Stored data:
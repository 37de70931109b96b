"""Writing output files: the target checked first, the file moved into place on success only."""

from __future__ import annotations

import contextlib
import os
import tempfile
from pathlib import Path

from screening.errors import InputError


def check_target(path: str | os.PathLike, what: str) -> Path:
    target = Path(path)
    if target.is_dir():
        raise InputError(f"the {what} target is a directory", given=str(target), expected="a file path")
    parent = target.parent if str(target.parent) else Path(".")
    if not parent.is_dir():
        raise InputError(f"the folder for the {what} does not exist", given=str(target))
    if not os.access(parent, os.W_OK | os.X_OK):
        raise InputError(f"the {what}'s folder is not writable", given=str(target))
    return target


@contextlib.contextmanager
def atomic_writer(path: str | os.PathLike, what: str, binary: bool = False):
    """A file object writing into a temporary file beside `path`, moved into place on success only."""
    target = check_target(path, what)
    fd, tmp = tempfile.mkstemp(prefix=f".{target.name}.", suffix=".part", dir=target.parent)
    try:
        with os.fdopen(fd, "wb" if binary else "w", **({} if binary else {"encoding": "utf-8", "newline": ""})) as fh:
            yield fh
            fh.flush()
            os.fsync(fh.fileno())
        mode = 0o666 & ~_umask()
        with contextlib.suppress(OSError):
            mode = target.stat().st_mode & 0o777
        os.chmod(tmp, mode)
        os.replace(tmp, target)
        tmp = None
    finally:
        if tmp is not None:
            with contextlib.suppress(OSError):
                os.unlink(tmp)


def _umask() -> int:
    m = os.umask(0)
    os.umask(m)
    return m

» **Directions for this task**:
Filter the records for the string "import" and copy every line that holds it.

» **Reply to the exercise**:
from __future__ import annotations
import contextlib
import os
import tempfile
from pathlib import Path
from screening.errors import InputError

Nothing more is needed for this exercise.